If you simplify a solution and get a different answer, u should at least suspect that you've simplified it too much.
I think you should do a bit of brushing up on your probability...if you do 3u or higher
It's not a question of wot's wrong with your answer, it's a question of wot's wrong with ours?
If you simplify a solution and get a different answer, u should at least suspect that you've simplified it too much.
I think you should do a bit of brushing up on your probability...if you do 3u or higher
p00_p00
Member
wats wrong with urs???
well if were talkin about words, with 8 letters, isnt each letter (besides the E) individuals and unique? Hence order must be important. First mistake with urs was u used C. It should b P
So it should be 8P3/2! (no. of letters that repeat)

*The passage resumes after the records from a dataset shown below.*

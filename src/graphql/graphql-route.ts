import type { FastifyInstance, FastifyReply, FastifyRequest } from 'fastify'
import type { GraphQLFormattedError } from 'graphql'
import type { Office } from '../operations/office.ts'
import type { Actor } from '../operations/rights.ts'
import { contextOf } from './context.ts'
import { type FormatOptions, formatError } from './error-format.ts'
import { judgeVariables } from './judge-variables.ts'
import { type GraphqlMediaType, legacy, modern, negotiate } from './media-type.ts'
import { type GraphqlRequest, readRequest, refuseJson } from './read-request.ts'
import { subscriptions } from './subscriptions.ts'

const notAcceptable = {
  type: '/problems/not-acceptable',
  title: 'Not acceptable',
  status: 406,
  detail: `Answers are ${modern} or ${legacy}.`,
} as const

type Answer = { data?: Record<string, unknown> | null; errors?: readonly GraphQLFormattedError[] }

const statusOf = (error: GraphQLFormattedError | undefined) =>
  typeof error?.extensions?.status === 'number' ? error.extensions.status : 400

/** Under the legacy type whatever was a request of GraphQL is a 200; the modern one has the status of the first error. */
function statusUnder(type: GraphqlMediaType, { data, errors }: Answer): number {
  return type === legacy || data || !errors ? 200 : statusOf(errors[0])
}

/**
 * Compiled documents are kept by their text, whatever operation of it was compiled: the name goes into the text, as a
 * comment, so that the second operation of a document does not get the answer of the first.
 */
const textOf = ({ query, operationName }: GraphqlRequest) =>
  operationName === undefined ? query : `${query}\n#${JSON.stringify(operationName)}`

async function run(
  app: FastifyInstance,
  request: GraphqlRequest,
  options: RouteOptions,
  actor: Actor,
): Promise<Answer> {
  const refused = refuseJson(request.query)
  if (refused) return { errors: [formatError(refused, options)] }
  try {
    const { data, errors } = await app.graphql(
      textOf(request),
      contextOf(options.office, actor, request.operationName) as never,
      { ...request.variables },
      request.operationName,
    )
    // Errors first, as clients read them.
    return {
      ...(errors && { errors: errors as readonly GraphQLFormattedError[] }),
      ...(data !== undefined && { data }),
    }
  } catch (thrown) {
    // What the document or its variables do wrong comes as one error with a list.
    const inner =
      thrown instanceof Error && 'errors' in thrown && Array.isArray(thrown.errors) ? thrown.errors : [thrown]
    const judged = judgeVariables(inner, request.variables)
    return { errors: judged ?? inner.map((error) => formatError(error, options)) }
  }
}

export type RouteOptions = FormatOptions & {
  /** Who asks. */
  readonly actorOf: (request: FastifyRequest) => Actor
  readonly office: Office
}

export function graphqlRoute(app: FastifyInstance, options: RouteOptions): void {
  app.removeContentTypeParser('text/plain')
  const handler = async (request: FastifyRequest, reply: FastifyReply) => {
    reply.header('vary', 'Accept')
    const type = negotiate(request.headers.accept)
    if (!type) return reply.code(406).type('application/problem+json').send(notAcceptable)
    // A string goes out as it is; both types are JSON in UTF-8.
    const send = (status: number, body: Answer) =>
      reply.code(status).header('content-type', `${type}; charset=utf-8`).send(JSON.stringify(body))
    const read = readRequest(request)
    if ('error' in read) return send(read.status, { errors: [read.error] })
    const answer = await run(app, read, options, options.actorOf(request))
    return send(statusUnder(type, answer), answer)
  }
  const wsHandler = subscriptions(app, options)
  app.route({ method: 'GET', url: '/graphql', handler, wsHandler })
  app.post('/graphql', handler)
}
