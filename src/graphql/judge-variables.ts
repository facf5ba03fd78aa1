import { type GraphQLError, type GraphQLFormattedError, Kind, type TypeNode } from 'graphql'
import { Problem } from '../errors.ts'
import { judges } from './calculators.ts'
import { formatProblem } from './error-format.ts'
import { plainInput } from './plain-input.ts'

const typeName = (type: TypeNode): string => (type.kind === Kind.NAMED_TYPE ? type.name.value : typeName(type.type))

/**
 * When a request variable does not fit its input type, the contract tells the faults: all at once, with the codes and
 * pointers of the REST route. Undefined where the errors have another cause, or the contract sees no fault.
 */
export function judgeVariables(
  errors: readonly Error[],
  variables: Readonly<Record<string, unknown>>,
): GraphQLFormattedError[] | undefined {
  const told = new Map<string, GraphQLFormattedError>()
  for (const error of errors) {
    const node = (error as Partial<GraphQLError>).nodes?.[0]
    if (node?.kind !== Kind.VARIABLE_DEFINITION) return undefined
    const name = node.variable.name.value
    const judge = judges[typeName(node.type)]
    if (!judge) return undefined
    if (told.has(name)) continue
    try {
      judge(plainInput(variables[name] ?? {}), { trace: false })
      return undefined
    } catch (problem) {
      if (!(problem instanceof Problem) || problem.status >= 500) return undefined
      told.set(name, formatProblem(problem))
    }
  }
  return told.size > 0 ? [...told.values()] : undefined
}
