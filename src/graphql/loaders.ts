import DataLoader from 'dataloader'
import type { Office } from '../operations/office.ts'
import * as many from '../operations/read-many.ts'

/** Keys of one call of the store: the terms of its condition stay few enough for either database. */
const MOST_KEYS = 200

/** One call for all the keys that a step of a query asks for. */
const single = <Key, Value>(load: (keys: readonly Key[]) => Promise<readonly Value[]>) =>
  new DataLoader<Key, Value, string>(load, { cacheKeyFn: (key) => JSON.stringify(key), maxBatchSize: MOST_KEYS })

/** The list of one parent, asked for in some way. */
export type Asked<Args> = { readonly of: string; readonly args: Args }
/** As `single`, with a call for each way of asking. */
const listed = <Args, Value>(load: (parents: readonly string[], args: Args) => Promise<readonly Value[]>) =>
  single<Asked<Args>, Value>(async (keys) => {
    const groups = new Map<string, Asked<Args>[]>()
    for (const key of keys) {
      const way = JSON.stringify(key.args)
      groups.set(way, [...(groups.get(way) ?? []), key])
    }
    const found = new Map<Asked<Args>, Value>()
    for (const group of groups.values()) {
      const parents = group.map((key) => key.of)
      const values = await load(parents, group[0]!.args)
      for (const [i, key] of group.entries()) found.set(key, values[i]!)
    }
    return keys.map((key) => found.get(key)!)
  })

type Rest<Load> = Load extends (office: never, of: never, args: infer Args) => unknown ? Args : never

/** What lists of lists ask for, gathered: so many calls of the store as a query has levels, not as it has rows. For one request. */
export function loadersOf(office: Pick<Office, 'store'>) {
  return {
    project: single((slugs: readonly string[]) => many.projectsOf(office, slugs)),
    latest: single((slugs: readonly string[]) => many.latestOf(office, slugs)),
    revision: single((keys: readonly many.RevisionKey[]) => many.revisionsOf(office, keys)),
    assessments: listed((slugs, args: Rest<typeof many.assessmentsOf>) => many.assessmentsOf(office, slugs, args)),
    assessmentCount: listed((slugs, args: Rest<typeof many.countAssessmentsOf>) =>
      many.countAssessmentsOf(office, slugs, args),
    ),
    assessmentSums: listed((slugs, args: Rest<typeof many.sumAssessmentsOf>) =>
      many.sumAssessmentsOf(office, slugs, args),
    ),
    caps: listed((records, args: Rest<typeof many.capsOf>) => many.capsOf(office, records, args)),
    capCount: listed((records, args: Rest<typeof many.countCapsOf>) => many.countCapsOf(office, records, args)),
    cap: single((keys: readonly many.MarkKey[]) => many.capsByMark(office, keys)),
    checks: single((keys: readonly many.CapKey[]) => many.checksOf(office, keys)),
    trace: single((keys: readonly many.CapKey[]) => many.tracesOf(office, keys)),
    neighbours: listed((records, args: Rest<typeof many.neighbourPagesOf>) =>
      many.neighbourPagesOf(office, records, args),
    ),
    neighbourCount: listed((records, args: Rest<typeof many.countNeighboursOf>) =>
      many.countNeighboursOf(office, records, args),
    ),
    signatures: single((records: readonly string[]) => many.signaturesOf(office, records)),
    byCheck: single((records: readonly string[]) => many.checkSumsOf(office, records)),
    byGround: single((records: readonly string[]) => many.groundSumsOf(office, records)),
    byPileType: single((records: readonly string[]) => many.pileTypeSumsOf(office, records)),
  }
}
export type Loaders = ReturnType<typeof loadersOf>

well if were talkin about words, with 8 letters, isnt each letter (besides the E) individuals and unique? Hence order must be important. First mistake with urs was u used C. It should b P
So it should be 8P3/2! (no. of letters that repeat)
She did use C, but that was just to get all the possible selections. Then she multiplied it by 3! to take into account the different arrangements (which is like using P, but taking into account the selections with 2 e's and the selections without 2 e's).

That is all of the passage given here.